Artículo publicado ayer martes, 13/12/2016, en el diario La Provincia/DLP


DE TODO UN POCO

Donina Romero

LOS HIPOCONDRÍACOS

Conozco gente, casi espesa mental, que con respecto a su salud roza la desmesura y cansa oírla como un quinto piso sin ascensor, porque son personas que se asignan ellas mismas mortificaciones acompañadas de un estado de ánimo parecido a la desazón, ya que están profundamente convencidas de que toda enfermedad que vuela por el aire la cogen ellas y además rezongando con fuerza sobre su precaria salud como el león de la Metro Goldwyn Mayer.

Quizá sea que servidora veo este problema de un modo muy distinto a como lo ven los hipocondríacos, o quizá también lo esté subrayando con demasiada energía, pero pienso que es un problema de egoísmo, de quererse demasiado a sí mismos hasta el punto de que no viven la realidad y no tienen otra forma más racional de encarar las cosas. Desde que servidora era estudiante en la sección de Letras (Latín y Griego) en el Instituto Pérez Galdós durante el antiguo Bachiller Superior y Preuniversitario, un compañero mío de estudios de este último curso (en esa época, sólo en estos tres cursos la enseñanza era mixta), que no era precisamente un concentrado de euforia, sentía como una taladradora la constante necesidad de quejarse de numerosas y variadas enfermedades que había leído u oído por ahí, hasta tal punto que sin ningún freno de vergüenza, emitía gemidos de dolor dándonos sustos de muerte.

Un día, al salir de un examen de griego (las clases nos la daba el canónigo don Deogracias, bastante enfadón, por cierto), nos dirigimos el grupo de Letras al parque de San Telmo para distraernos un ratito. Alguno comentó que una tía suya se estaba muriendo y que ya el pulso casi no le latía, mermándole las fuerzas hasta para comer, además de insistir en el color amarillo-chino que se le había puesto a la pobre señora. El camarada, asustado, inmediatamente se tomó el pulso manifestándonos preocupado que él también había perdido el apetito y que llevaba semanas que se veía pálido, con lo cual dejar de hablar fue instantáneo como el nescafé para continuar midiéndose el pulso con cierta agitación respiratoria.

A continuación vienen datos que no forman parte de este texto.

// The gate behind the optimiser: what is no maximum must not pass, whatever the optimiser says.
#include <gtest/gtest.h>

#include <cmath>
#include <functional>
#include <limits>

#include "estimator/fit/ceres_minimizer.hpp"

namespace softsill {
namespace {

constexpr double infinity = std::numeric_limits<double>::infinity();

/// An objective from three functions.
struct Made : Objective {
  Eigen::Index dimensions = 2;
  std::function<double(const Vector&)> value;
  std::function<Vector(const Vector&)> gradient;
  std::function<Matrix(const Vector&)> hessian;

  Eigen::Index size() const override { return dimensions; }
  Evaluated evaluate(const Vector& at, Want) override {
    return {value(at), gradient(at), hessian(at), Matrix::Identity(dimensions, dimensions)};
  }
};

/// 100 expected spikes: sum of exp(z) - z with the minimum at z = 0, z = (x + y, x - 2 y).
Made convex() {
  const Matrix a = (Matrix(2, 2) << 1.0, 1.0, 1.0, -2.0).finished();
  Made made;
  made.value = [a](const Vector& at) {
    const Vector z = a * at;
    return 100.0 * (z.array().exp() - z.array()).sum();
  };
  made.gradient = [a](const Vector& at) {
    const Vector z = a * at;
    return Vector(100.0 * a.transpose() * (z.array().exp() - 1.0).matrix());
  };
  made.hessian = [a](const Vector& at) {
    const Vector z = a * at;
    return Matrix(100.0 * a.transpose() * z.array().exp().matrix().asDiagonal() * a);
  };
  return made;
}

Vector point(double x, double y) { return (Vector(2) << x, y).finished(); }

TEST(Gate, PassesTheMinimum) {
  Made objective = convex();
  const Minimum minimum = minimize(objective, point(2.0, -1.0));
  EXPECT_TRUE(minimum.passed()) << minimum.report;
  EXPECT_LT(minimum.theta.cwiseAbs().maxCoeff(), 1e-5);
  EXPECT_NEAR(minimum.value, 200.0, 1e-8);
  EXPECT_LT(minimum.decrement, 1e-9);
  EXPECT_EQ(minimum.hessian, objective.hessian(minimum.theta));
  EXPECT_EQ(minimum.gradient, objective.gradient(minimum.theta));
}

TEST(Gate, PassesAStartThatIsTheMinimum) {
  Made objective = convex();
  const Minimum minimum = minimize(objective, point(0.0, 0.0));
  EXPECT_TRUE(minimum.passed());
  EXPECT_EQ(minimum.iterations, 0);
}

// Rosenbrock 1960, Comput. J. 3:175: a curved valley, minimum 0 at (1, 1).
TEST(Gate, PassesTheEndOfACurvedValley) {
  Made objective;
  objective.value = [](const Vector& p) {
    return 100.0 * std::pow(p[1] - p[0] * p[0], 2) + std::pow(1.0 - p[0], 2);
  };
  objective.gradient = [](const Vector& p) {
    const double a = p[1] - p[0] * p[0];
    return point(-400.0 * p[0] * a - 2.0 * (1.0 - p[0]), 200.0 * a);
  };
  objective.hessian = [](const Vector& p) {
    const double xy = -400.0 * p[0];
    return Matrix(
        (Matrix(2, 2) << 1200.0 * p[0] * p[0] - 400.0 * p[1] + 2.0, xy, xy, 200.0).finished());
  };
  MinimizerOptions options;
  options.max_iterations = 1000;
  const Minimum minimum = minimize(objective, point(-1.2, 1.0), options);
  EXPECT_TRUE(minimum.passed()) << minimum.report;
  EXPECT_NEAR(minimum.theta[0], 1.0, 1e-4);
  EXPECT_NEAR(minimum.theta[1], 1.0, 1e-4);
}

TEST(Gate, RefusesAGradientOfTheWrongSign) {
  Made objective = convex();
  const auto right = objective.gradient;
  objective.gradient = [right](const Vector& at) { return Vector(-right(at)); };
  for (const Vector& start : {point(2.0, -1.0), point(-0.5, 0.3), point(0.01, 0.01)}) {
    const Minimum minimum = minimize(objective, start);
    EXPECT_FALSE(minimum.passed()) << minimum.report << " at " << minimum.theta.transpose();
    EXPECT_TRUE(minimum.finite);
  }
}

TEST(Gate, RefusesAGradientWithOneWrongSign) {
  Made objective = convex();
  const auto right = objective.gradient;
  objective.gradient = [right](const Vector& at) {
    Vector wrong = right(at);
    wrong[1] = -wrong[1];
    return wrong;
  };
  for (const Vector& start : {point(2.0, -1.0), point(1.0, 0.5), point(-0.5, 0.3)}) {
    const Minimum minimum = minimize(objective, start);
    EXPECT_FALSE(minimum.passed()) << minimum.report << " at " << minimum.theta.transpose();
  }
}

TEST(Gate, RefusesStartsThatAreNotFinite) {
  for (double bad : {std::numeric_limits<double>::quiet_NaN(), infinity, -infinity}) {
    Made objective = convex();
    objective.value = [bad](const Vector&) { return bad; };
    const Minimum minimum = minimize(objective, point(1.0, 1.0));
    EXPECT_FALSE(minimum.passed());
    EXPECT_FALSE(minimum.finite);
    EXPECT_EQ(minimum.theta, point(1.0, 1.0));
  }
  Made objective = convex();
  objective.gradient = [](const Vector&) { return point(NAN, 1.0); };
  EXPECT_FALSE(minimize(objective, point(1.0, 1.0)).passed());
}

TEST(Gate, RefusesANaNAtTheStartOnly) {
  // The start is a point too: nothing is known about it, so nothing may be claimed.
  Made objective = convex();
  const Minimum minimum = minimize(objective, point(NAN, 0.0));
  EXPECT_FALSE(minimum.passed());
  EXPECT_FALSE(minimum.finite);
}

TEST(Gate, RefusesAHessianWithNaN) {
  Made objective = convex();
  objective.hessian = [](const Vector&) { return Matrix(Matrix::Constant(2, 2, NAN)); };
  EXPECT_FALSE(minimize(objective, point(1.0, 1.0)).passed());
}

/// x^2 - y^2: a saddle at the origin, no minimum.
Made saddle() {
  Made made;
  made.value = [](const Vector& at) { return at[0] * at[0] - at[1] * at[1]; };
  made.gradient = [](const Vector& at) { return point(2.0 * at[0], -2.0 * at[1]); };
  made.hessian = [](const Vector&) { return Matrix(Vector(point(2.0, -2.0)).asDiagonal()); };
  return made;
}

TEST(Gate, RefusesAnIndefiniteHessian) {
  for (const Vector& start : {point(0.0, 0.0), point(1.0, 0.0), point(1.0, 1e-3)}) {
    Made objective = saddle();
    const Minimum minimum = minimize(objective, start);
    EXPECT_FALSE(minimum.passed()) << minimum.report;
    EXPECT_FALSE(minimum.positive_definite);
  }
}

TEST(Gate, RefusesAFlatDirection) {
  Made objective;
  objective.value = [](const Vector& at) { return at[0] * at[0]; };
  objective.gradient = [](const Vector& at) { return point(2.0 * at[0], 0.0); };
  objective.hessian = [](const Vector&) { return Matrix(Vector(point(2.0, 0.0)).asDiagonal()); };
  const Minimum minimum = minimize(objective, point(1.0, 1.0));
  EXPECT_FALSE(minimum.passed());
  EXPECT_FALSE(minimum.positive_definite);
  // Held, it is no direction any more.
  MinimizerOptions options;
  options.fixed = {false, true};
  const Minimum held = minimize(objective, point(1.0, 1.0), options);
  EXPECT_TRUE(held.passed()) << held.report;
  EXPECT_EQ(held.theta[1], 1.0);
  EXPECT_NEAR(held.theta[0], 0.0, 1e-4);
}

TEST(Gate, RefusesAWallBeforeTheMinimum) {
  Made objective = convex();
  const auto right = objective.value;
  objective.value = [right](const Vector& at) { return at[0] < 0.5 ? infinity : right(at); };
  const Minimum minimum = minimize(objective, point(2.0, -1.0));
  EXPECT_FALSE(minimum.passed()) << minimum.report << " at " << minimum.theta.transpose();
}

TEST(Gate, RefusesTooFewIterations) {
  Made objective;
  objective.dimensions = 1;
  // Newton steps of about 1 each through the flat part of exp(x) - 1e-9 x.
  objective.value = [](const Vector& x) { return std::exp(x[0]) - 1e-9 * x[0]; };
  objective.gradient = [](const Vector& x) {
    return Vector(Vector::Constant(1, std::exp(x[0]) - 1e-9));
  };
  objective.hessian = [](const Vector& x) {
    return Matrix(Matrix::Constant(1, 1, std::exp(x[0])));
  };
  MinimizerOptions options;
  options.max_iterations = 2;
  EXPECT_FALSE(minimize(objective, Vector::Constant(1, 20.0), options).passed());
}

TEST(Gate, AStopIsAStop) {
  Made objective = convex();
  MinimizerOptions options;
  int left = 1;
  options.keep_going = [&left] { return left-- > 0; };
  const Minimum minimum = minimize(objective, point(5.0, -4.0), options);
  EXPECT_TRUE(minimum.interrupted);
  EXPECT_FALSE(minimum.passed());
}

TEST(Gate, ValuesExposeABiasedGradient) {
  Made objective = convex();
  EXPECT_TRUE(values_agree(objective, minimize(objective, point(2.0, -1.0)), {}));
  // Wrong by a constant: the decrement is 0 at the gradient's own zero, 0.7 standard errors off.
  const auto right = objective.gradient;
  objective.gradient = [right](const Vector& at) { return Vector(right(at) + point(10.0, 0.0)); };
  const Minimum minimum = minimize(objective, point(0.0, 0.0));
  EXPECT_TRUE(minimum.passed()) << minimum.report;
  EXPECT_FALSE(values_agree(objective, minimum, {}));
}

TEST(Gate, ValuesExposeAWrongHessian) {
  Made objective = convex();
  const auto right = objective.hessian;
  objective.hessian = [right](const Vector& at) { return Matrix(3.0 * right(at)); };
  const Minimum minimum = minimize(objective, point(0.5, 0.2));
  EXPECT_FALSE(values_agree(objective, minimum, {}));
}

}  // namespace
}  // namespace softsill
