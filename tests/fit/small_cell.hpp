#pragma once

// A few seconds of an invented cell, for tests of likelihoods. Nothing here comes from the model
// being fitted: only the arithmetic is under test.

#include <cmath>
#include <string>
#include <vector>

#include "estimator/fit/objective.hpp"
#include "softsill/random.hpp"

namespace softsill::small {

/// One sweep with current, potential and spikes.
inline Sweep sweep(const std::string& name, double start_ms, double duration_ms,
                   std::uint64_t stream) {
  RandomStream random(77, stream);
  Sweep out;
  out.name = name;
  out.start_ms = start_ms;
  out.step_ms = 0.1;
  const auto samples = static_cast<std::size_t>(std::round(duration_ms / out.step_ms));
  double current = 0.0, filtered = 0.0, noise = 0.0;
  for (std::size_t i = 0; i < samples; ++i) {
    current += -current / 30.0 + 0.3 * random.normal() / std::sqrt(15.0);
    out.input.push_back(0.2 + current);
    filtered += 0.1 / 15.0 * (80.0 * out.input.back() - filtered);
    noise = 0.95 * noise + 0.1 * random.normal();
    out.voltage_mV.push_back(-66.0 + filtered + 3.0 * current + noise);
  }
  for (double t = start_ms + 15.0; t < out.end_ms(); t += 8.0 + 40.0 * random.uniform()) {
    out.spikes_ms.push_back(t);
  }
  out.analysed = {{start_ms, out.end_ms()}};
  return out;
}

/// Two sweeps, one with a stretch left out.
inline Recording recording() {
  Recording out;
  out.cell = "small";
  out.sweeps = {sweep("a", 0.0, 1500.0, 0), sweep("b", 20.0, 900.0, 1)};
  out.sweeps[1].analysed = {{20.0, 333.3}, {400.05, 920.0}};
  return out;
}

/// Everything that an objective needs to live.
struct Cell {
  Recording recording;
  Variant variant;
  Exposure exposure;
  double block_ms = 400.0;

  Cell(Recording data, Variant plan) : recording(std::move(data)), variant(std::move(plan)) {
    FitOptions options;
    options.before = Before::first_value;
    exposure = make_exposure(recording, variant.refractory, 0.0, options);
  }
  Cell(const Cell&) = delete;

  CellObjective objective(bool joint, bool fit_series_resistance) const {
    Coordinates coordinates(variant, joint, fit_series_resistance);
    NodePlan plan{&exposure, place_nodes(graded_cells(exposure, 3.0, CellRule::two_point)),
                  block_ms};
    auto gather = [this](const Columns& columns) {
      return gather_voltage(columns, exposure, recording, variant, 0.0, block_ms, 1);
    };
    VoltageStatistics statistics;
    if (joint) {
      statistics = gather(coordinates.voltage_columns());
    }
    CellObjective out(std::move(coordinates), std::move(plan), std::move(statistics), 1);
    if (joint) {
      out.set_voltage_gatherer(gather);
    }
    return out;
  }
};

/// A point where nothing is 0 and hazards are ordinary.
inline Vector ordinary_point(const Coordinates& coordinates, std::uint64_t stream) {
  RandomStream random(78, stream);
  Vector theta = coordinates.neutral_start();
  for (std::size_t i = 0; i < coordinates.size(); ++i) {
    const std::string& name = coordinates.names()[i];
    const auto at = static_cast<Eigen::Index>(i);
    if (coordinates.is_time_constant(i) || name.starts_with("log_")) {
      theta[at] += 0.3 * random.normal();
    } else if (name == "b") {
      theta[at] = 0.6;
    } else if (name == "theta_0/Delta") {
      theta[at] = 3.5;
    } else if (name == "(E_0-theta_0)/Delta") {
      theta[at] = -3.5;
    } else if (name.starts_with("kappa")) {
      theta[at] = 0.1 + 0.2 * random.uniform();
    } else if (name == "atanh_rho") {
      theta[at] = 1.1;
    } else {
      theta[at] = 0.5 * random.normal();
    }
  }
  return theta;
}

}  // namespace softsill::small
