//! Group B: shares of the burden.

use super::{Subject, finding};
use crate::core::documents::assessment::{Finding, Severity, StageResult};
use crate::core::domain::StageKind;
use crate::core::domain::rule_set::AllocationMethod;
use crate::core::engine::resolved::Resolved;
use crate::core::units::rounding::plain;
use crate::core::units::{Dimension, Quantity};

/// Runs the group.
pub fn run(subject: &Subject, findings: &mut Vec<Finding>) {
    for stage in &subject.assessment.stages {
        findings.extend(add_to_one(stage));
        findings.extend(within_one(stage));
        findings.extend(from_measures(stage));
    }
    findings.extend(after_split(subject.resolved));
    findings.extend(wet_value(subject.resolved));
    findings.extend(capture_after_split(subject.resolved));
}

/// B-01: the shares of a stage add to one.
pub fn add_to_one(stage: &StageResult) -> Option<Finding> {
    let sum: f64 = stage.products.iter().map(|product| product.share).sum();
    (!stage.products.is_empty() && (sum - 1.0).abs() > 1e-9).then(|| {
        let message = format!("The shares of {} add to {}, not 1.", stage.name, plain(sum));
        let remedy = "Correct the amounts or heating values of its products.";
        finding("B-01", Severity::Block, &stage.key, "products", message, remedy)
    })
}

/// B-02: no share below zero or above one.
pub fn within_one(stage: &StageResult) -> Vec<Finding> {
    stage
        .products
        .iter()
        .filter(|product| !(0.0..=1.0).contains(&product.share))
        .map(|product| {
            let message = format!("{} has a share of {}.", product.name, plain(product.share));
            let remedy = "Correct its amount, moisture or heating value.";
            finding(
                "B-02",
                Severity::Block,
                &stage.key,
                &product.product,
                message,
                remedy,
            )
        })
        .collect()
}

/// B-07: the shares follow from what the sharing measured.
pub fn from_measures(stage: &StageResult) -> Vec<Finding> {
    let sum: f64 = stage.products.iter().map(|product| product.measure).sum();
    if sum <= 0.0 {
        return Vec::new();
    }
    stage
        .products
        .iter()
        .filter(|product| (product.share - product.measure / sum).abs() > 1e-6)
        .map(|product| {
            let expected = plain(product.measure / sum);
            let message = format!(
                "The share of {} should be {expected}, not {}.",
                product.name,
                plain(product.share)
            );
            finding(
                "B-07",
                Severity::Block,
                &stage.key,
                &product.product,
                message,
                "Work the assessment out again.",
            )
        })
        .collect()
}

/// True if co-products take a part of the burden of a stage: not by substitution, where all of it stays with the output.
fn splits(resolved: &Resolved, j: usize) -> bool {
    let stage = &resolved.stages[j];
    let shares = stage.products.iter().skip(1).any(|product| product.shares_burden);
    shares && stage.allocation != Some(AllocationMethod::Substitution)
}

/// Stages upstream of `j`, itself left out.
fn upstream(resolved: &Resolved, j: usize) -> Vec<usize> {
    let mut seen = vec![false; resolved.stages.len()];
    let mut open = vec![j];
    while let Some(here) = open.pop() {
        for intake in &resolved.stages[here].intakes {
            if !seen[intake.from] {
                seen[intake.from] = true;
                open.push(intake.from);
            }
        }
    }
    (0..seen.len()).filter(|i| seen[*i]).collect()
}

/// B-05: a stage that handles a co-product after the split burdens the ethanol alone.
pub fn after_split(resolved: &Resolved) -> Vec<Finding> {
    let mut out = Vec::new();
    for (j, stage) in resolved.stages.iter().enumerate() {
        let handles = stage.kind() == StageKind::CoProductHandling
            && stage.products[0].flow.is_ethanol()
            && !splits(resolved, j)
            && !stage.inputs.is_empty();
        if !handles {
            continue;
        }
        let Some(split) = upstream(resolved, j).into_iter().find(|i| splits(resolved, *i)) else {
            continue;
        };
        let product = resolved.stages[split]
            .products
            .iter()
            .skip(1)
            .find(|p| p.shares_burden);
        let product = product.map_or("a co-product", |p| p.name);
        let name = stage.document.title();
        let message =
            format!("{name} works on {product} alone, after the split, and cannot be shared with ethanol.");
        let remedy = format!("Let {name} take {product} as its intake.");
        out.push(finding(
            "B-05",
            Severity::Block,
            &stage.document.key,
            "intakes",
            message,
            &remedy,
        ));
    }
    out
}

/// B-06: a heating value of the dry matter was entered although water leaves with the product.
pub fn wet_value(resolved: &Resolved) -> Vec<Finding> {
    let mut out = Vec::new();
    for stage in &resolved.stages {
        for product in &stage.document.co_products {
            let (Some(lhv), Some(moisture)) = (&product.flow.lhv, product.flow.moisture_percent) else {
                continue;
            };
            let entered = Quantity::read_as(lhv.value, &lhv.unit, Dimension::ENERGY.per(Dimension::MASS));
            let Some(dry) = resolved.lhv_dry(&product.material) else {
                continue;
            };
            let Ok(entered) = entered else { continue };
            if moisture > 1.0 && (entered / 1e6 / dry - 1.0).abs() < 0.005 {
                let message = format!(
                    "The heating value of {} was entered dry although {} % water leaves with it.",
                    product.name,
                    plain(moisture)
                );
                let remedy = "Enter it as it leaves, or leave it out and give the moisture.";
                let field = format!("co_products.{}", product.key);
                out.push(finding(
                    "B-06",
                    Severity::Warn,
                    &stage.document.key,
                    &field,
                    message,
                    remedy,
                ));
            }
        }
    }
    out
}

/// G-04: a capture stage stands before the stage whose co-products share the burden.
pub fn capture_after_split(resolved: &Resolved) -> Vec<Finding> {
    let mut out = Vec::new();
    for (j, stage) in resolved
        .stages
        .iter()
        .enumerate()
        .filter(|(_, stage)| stage.kind() == StageKind::Capture)
    {
        let Some(split) = upstream(resolved, j).into_iter().find(|i| splits(resolved, *i)) else {
            continue;
        };
        let (name, split) = (stage.document.title(), resolved.stages[split].document.title());
        let message = format!("{name} stands after {split}, so ethanol alone gets the CO2 credit.");
        let remedy = format!("Move {name} before {split} or give the reason.");
        out.push(finding(
            "G-04",
            Severity::Warn,
            &stage.document.key,
            "intakes",
            message,
            &remedy,
        ));
    }
    out
}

A otro de los compañeros, harto de escuchar sus continuas quejas, le faltó tiempo para echar a correr desapareciendo de nuestra vista en un abrir y cerrar de ojos, dejándonos a todos boquiabiertos y sin entender qué le había ocurrido para tan inesperada huida. Al poco apareció de nuevo, y sin perder tiempo le preguntamos el porqué de aquella fuga tan precipitada como inesperada, así es que dirigiéndose al “enfermito” le espetó, “ya te puedes morir tranquilo, porque me fui a esta iglesia de al lado a hablar de tu funeral y ya cerré el trato”. Las carcajadas de todos llegaron al antiguo Estadio Insular, mientras el hipocondríaco puso distanciamiento entre nosotros, convencido de que nos burlábamos de él. Y es que este tipo de gente necesita sentirse el centro de atención, aunque sea a costa de engañar con su salud. Quizá es que les hace falta comer más gofio. Ay, Señor, qué cosas…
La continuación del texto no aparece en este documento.